● **Aim of the task**:
All lines below containing the string "FileMark" are to be copied.

Stored data:
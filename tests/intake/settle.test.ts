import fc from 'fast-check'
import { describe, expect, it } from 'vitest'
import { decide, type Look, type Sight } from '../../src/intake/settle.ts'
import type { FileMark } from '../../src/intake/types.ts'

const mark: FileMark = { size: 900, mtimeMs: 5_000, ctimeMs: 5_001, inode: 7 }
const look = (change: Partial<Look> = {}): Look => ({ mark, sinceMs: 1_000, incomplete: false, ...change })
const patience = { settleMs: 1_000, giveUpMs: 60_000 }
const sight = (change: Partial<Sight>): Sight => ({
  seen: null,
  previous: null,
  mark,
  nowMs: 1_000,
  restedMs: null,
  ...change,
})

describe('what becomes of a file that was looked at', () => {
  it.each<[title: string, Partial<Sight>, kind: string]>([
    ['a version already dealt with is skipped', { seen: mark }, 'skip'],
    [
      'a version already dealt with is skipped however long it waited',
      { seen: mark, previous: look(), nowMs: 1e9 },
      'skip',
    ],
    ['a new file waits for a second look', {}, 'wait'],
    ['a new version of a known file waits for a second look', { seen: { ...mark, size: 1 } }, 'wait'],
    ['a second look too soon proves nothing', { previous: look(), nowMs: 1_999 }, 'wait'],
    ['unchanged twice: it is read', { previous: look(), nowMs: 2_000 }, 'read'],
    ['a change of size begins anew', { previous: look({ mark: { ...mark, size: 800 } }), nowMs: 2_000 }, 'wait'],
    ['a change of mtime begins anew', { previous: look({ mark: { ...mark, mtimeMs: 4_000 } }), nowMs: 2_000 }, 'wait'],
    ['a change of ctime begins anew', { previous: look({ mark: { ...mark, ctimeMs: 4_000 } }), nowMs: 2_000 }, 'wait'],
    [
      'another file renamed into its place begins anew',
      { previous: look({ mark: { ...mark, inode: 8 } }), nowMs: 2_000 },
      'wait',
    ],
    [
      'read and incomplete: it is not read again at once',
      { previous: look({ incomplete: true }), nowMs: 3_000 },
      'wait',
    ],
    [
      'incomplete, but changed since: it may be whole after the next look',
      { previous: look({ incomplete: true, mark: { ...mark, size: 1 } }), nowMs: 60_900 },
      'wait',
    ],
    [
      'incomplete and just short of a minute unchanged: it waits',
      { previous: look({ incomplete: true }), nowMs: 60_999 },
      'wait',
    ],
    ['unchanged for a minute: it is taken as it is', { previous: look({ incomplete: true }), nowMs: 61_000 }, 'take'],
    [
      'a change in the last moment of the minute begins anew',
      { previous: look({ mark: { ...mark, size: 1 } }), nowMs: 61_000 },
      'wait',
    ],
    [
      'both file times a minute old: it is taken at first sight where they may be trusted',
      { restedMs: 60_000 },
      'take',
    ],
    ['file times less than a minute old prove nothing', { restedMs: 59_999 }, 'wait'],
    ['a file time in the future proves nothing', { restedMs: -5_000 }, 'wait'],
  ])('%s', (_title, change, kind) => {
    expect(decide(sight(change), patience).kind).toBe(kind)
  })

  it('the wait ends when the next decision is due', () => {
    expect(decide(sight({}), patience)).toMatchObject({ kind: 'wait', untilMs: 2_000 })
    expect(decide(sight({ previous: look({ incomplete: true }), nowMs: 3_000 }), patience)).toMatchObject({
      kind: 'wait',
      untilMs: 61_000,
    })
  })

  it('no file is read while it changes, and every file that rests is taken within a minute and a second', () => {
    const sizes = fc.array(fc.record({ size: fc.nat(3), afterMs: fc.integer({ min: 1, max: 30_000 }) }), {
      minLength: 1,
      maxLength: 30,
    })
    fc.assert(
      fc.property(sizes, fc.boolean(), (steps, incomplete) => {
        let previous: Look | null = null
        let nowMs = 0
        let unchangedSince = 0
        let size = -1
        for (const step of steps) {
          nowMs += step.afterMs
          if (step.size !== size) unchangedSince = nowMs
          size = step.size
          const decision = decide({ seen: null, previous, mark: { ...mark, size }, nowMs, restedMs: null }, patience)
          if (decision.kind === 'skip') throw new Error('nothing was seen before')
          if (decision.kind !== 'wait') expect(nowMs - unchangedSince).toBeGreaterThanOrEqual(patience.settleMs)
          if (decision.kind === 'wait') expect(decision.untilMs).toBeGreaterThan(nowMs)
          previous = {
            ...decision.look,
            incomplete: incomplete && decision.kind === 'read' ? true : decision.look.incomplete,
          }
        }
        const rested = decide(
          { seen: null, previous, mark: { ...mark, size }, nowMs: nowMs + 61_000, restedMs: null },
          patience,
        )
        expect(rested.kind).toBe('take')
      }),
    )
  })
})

---

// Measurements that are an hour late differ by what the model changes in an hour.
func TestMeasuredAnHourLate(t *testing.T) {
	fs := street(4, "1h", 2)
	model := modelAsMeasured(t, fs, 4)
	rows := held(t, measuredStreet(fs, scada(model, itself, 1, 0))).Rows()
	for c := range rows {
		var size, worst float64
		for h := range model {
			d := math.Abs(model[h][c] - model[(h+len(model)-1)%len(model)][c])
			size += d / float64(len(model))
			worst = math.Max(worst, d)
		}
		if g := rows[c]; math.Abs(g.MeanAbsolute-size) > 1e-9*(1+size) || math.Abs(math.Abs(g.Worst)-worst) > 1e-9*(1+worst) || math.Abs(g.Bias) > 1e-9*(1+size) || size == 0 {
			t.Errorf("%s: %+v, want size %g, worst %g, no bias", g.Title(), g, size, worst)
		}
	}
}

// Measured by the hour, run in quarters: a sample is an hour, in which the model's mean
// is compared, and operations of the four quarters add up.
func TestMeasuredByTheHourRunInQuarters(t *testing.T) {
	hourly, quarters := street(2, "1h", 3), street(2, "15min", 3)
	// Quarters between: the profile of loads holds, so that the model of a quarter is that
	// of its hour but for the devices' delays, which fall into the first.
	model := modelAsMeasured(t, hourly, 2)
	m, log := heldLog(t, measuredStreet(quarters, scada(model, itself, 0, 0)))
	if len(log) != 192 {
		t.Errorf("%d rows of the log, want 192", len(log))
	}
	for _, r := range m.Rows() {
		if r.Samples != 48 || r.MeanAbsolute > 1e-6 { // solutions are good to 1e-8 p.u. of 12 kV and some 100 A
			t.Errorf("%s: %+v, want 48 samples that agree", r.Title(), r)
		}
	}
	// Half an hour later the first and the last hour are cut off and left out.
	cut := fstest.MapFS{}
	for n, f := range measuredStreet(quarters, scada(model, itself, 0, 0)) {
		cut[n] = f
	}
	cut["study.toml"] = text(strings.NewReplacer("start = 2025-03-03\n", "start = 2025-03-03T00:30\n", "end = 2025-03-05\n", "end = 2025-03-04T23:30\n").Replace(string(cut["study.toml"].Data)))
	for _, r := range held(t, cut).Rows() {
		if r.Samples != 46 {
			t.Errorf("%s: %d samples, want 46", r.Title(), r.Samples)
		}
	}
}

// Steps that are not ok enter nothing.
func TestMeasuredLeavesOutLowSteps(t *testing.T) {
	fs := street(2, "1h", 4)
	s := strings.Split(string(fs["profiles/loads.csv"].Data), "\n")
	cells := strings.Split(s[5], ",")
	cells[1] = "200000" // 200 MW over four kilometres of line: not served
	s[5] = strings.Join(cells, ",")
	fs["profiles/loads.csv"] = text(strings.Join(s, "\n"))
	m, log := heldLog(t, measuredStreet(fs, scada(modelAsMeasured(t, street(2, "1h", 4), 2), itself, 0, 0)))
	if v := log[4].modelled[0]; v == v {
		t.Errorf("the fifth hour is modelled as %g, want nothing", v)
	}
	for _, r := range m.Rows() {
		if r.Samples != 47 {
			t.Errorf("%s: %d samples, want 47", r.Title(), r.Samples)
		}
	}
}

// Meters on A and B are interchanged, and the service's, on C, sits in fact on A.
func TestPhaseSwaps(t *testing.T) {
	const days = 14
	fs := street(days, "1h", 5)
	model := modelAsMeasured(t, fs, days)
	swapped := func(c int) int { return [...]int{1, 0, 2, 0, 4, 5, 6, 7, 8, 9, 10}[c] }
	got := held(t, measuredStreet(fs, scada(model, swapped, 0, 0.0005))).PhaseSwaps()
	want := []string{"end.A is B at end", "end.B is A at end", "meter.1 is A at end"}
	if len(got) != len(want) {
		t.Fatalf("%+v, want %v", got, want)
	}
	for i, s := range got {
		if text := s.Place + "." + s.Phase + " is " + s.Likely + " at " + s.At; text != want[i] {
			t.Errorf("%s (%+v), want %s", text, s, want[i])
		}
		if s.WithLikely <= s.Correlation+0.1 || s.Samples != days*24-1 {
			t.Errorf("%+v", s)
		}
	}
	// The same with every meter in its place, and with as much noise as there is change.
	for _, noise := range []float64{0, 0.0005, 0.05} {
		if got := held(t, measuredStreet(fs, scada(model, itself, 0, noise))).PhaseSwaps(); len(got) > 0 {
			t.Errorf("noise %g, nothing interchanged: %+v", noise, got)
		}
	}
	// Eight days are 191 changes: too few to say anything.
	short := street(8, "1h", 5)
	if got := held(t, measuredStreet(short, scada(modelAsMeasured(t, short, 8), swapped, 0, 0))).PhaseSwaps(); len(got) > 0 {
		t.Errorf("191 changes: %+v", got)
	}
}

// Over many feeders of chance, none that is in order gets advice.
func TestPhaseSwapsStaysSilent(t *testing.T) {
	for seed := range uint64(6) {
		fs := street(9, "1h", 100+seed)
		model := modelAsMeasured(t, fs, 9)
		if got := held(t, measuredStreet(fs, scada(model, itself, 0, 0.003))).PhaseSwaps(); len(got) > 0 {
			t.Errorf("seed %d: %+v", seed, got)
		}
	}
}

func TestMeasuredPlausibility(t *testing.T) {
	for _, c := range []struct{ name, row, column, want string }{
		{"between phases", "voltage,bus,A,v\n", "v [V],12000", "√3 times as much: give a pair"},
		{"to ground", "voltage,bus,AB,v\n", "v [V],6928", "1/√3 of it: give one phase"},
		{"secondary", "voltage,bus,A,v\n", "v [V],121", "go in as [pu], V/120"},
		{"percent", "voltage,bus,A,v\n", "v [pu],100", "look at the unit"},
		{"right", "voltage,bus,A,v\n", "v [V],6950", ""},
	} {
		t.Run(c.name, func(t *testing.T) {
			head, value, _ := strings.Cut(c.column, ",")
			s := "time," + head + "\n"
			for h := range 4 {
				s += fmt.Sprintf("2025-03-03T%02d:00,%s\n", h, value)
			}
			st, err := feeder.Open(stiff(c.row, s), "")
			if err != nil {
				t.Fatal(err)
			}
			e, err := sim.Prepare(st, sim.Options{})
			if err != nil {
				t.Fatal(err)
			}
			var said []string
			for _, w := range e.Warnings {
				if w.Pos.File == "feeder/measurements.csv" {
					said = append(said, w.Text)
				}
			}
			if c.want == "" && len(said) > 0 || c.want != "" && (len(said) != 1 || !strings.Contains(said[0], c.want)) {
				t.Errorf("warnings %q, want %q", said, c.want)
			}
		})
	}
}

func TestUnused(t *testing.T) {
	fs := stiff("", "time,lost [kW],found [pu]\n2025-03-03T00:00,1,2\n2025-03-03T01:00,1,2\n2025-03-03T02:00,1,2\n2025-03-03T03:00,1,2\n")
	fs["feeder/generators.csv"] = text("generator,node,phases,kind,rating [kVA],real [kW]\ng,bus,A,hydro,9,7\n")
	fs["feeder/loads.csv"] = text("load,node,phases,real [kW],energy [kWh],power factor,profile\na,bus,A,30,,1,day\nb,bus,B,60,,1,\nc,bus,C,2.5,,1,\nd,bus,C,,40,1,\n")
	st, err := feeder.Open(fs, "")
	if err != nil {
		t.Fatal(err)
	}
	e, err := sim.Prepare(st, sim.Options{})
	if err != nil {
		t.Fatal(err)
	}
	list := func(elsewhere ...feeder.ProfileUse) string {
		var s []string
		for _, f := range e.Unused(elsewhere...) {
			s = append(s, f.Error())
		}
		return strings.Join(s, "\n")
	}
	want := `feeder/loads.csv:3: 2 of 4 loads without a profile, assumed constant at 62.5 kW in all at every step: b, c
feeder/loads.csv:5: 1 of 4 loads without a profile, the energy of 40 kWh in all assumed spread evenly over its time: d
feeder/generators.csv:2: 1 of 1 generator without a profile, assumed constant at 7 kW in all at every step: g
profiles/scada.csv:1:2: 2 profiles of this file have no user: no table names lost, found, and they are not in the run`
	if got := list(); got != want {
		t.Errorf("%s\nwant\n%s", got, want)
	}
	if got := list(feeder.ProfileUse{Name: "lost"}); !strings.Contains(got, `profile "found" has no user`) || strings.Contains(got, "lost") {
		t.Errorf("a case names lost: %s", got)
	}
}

● **Written response**:
import type { FileMark } from '../../src/intake/types.ts'
const mark: FileMark = { size: 900, mtimeMs: 5_000, ctimeMs: 5_001, inode: 7 }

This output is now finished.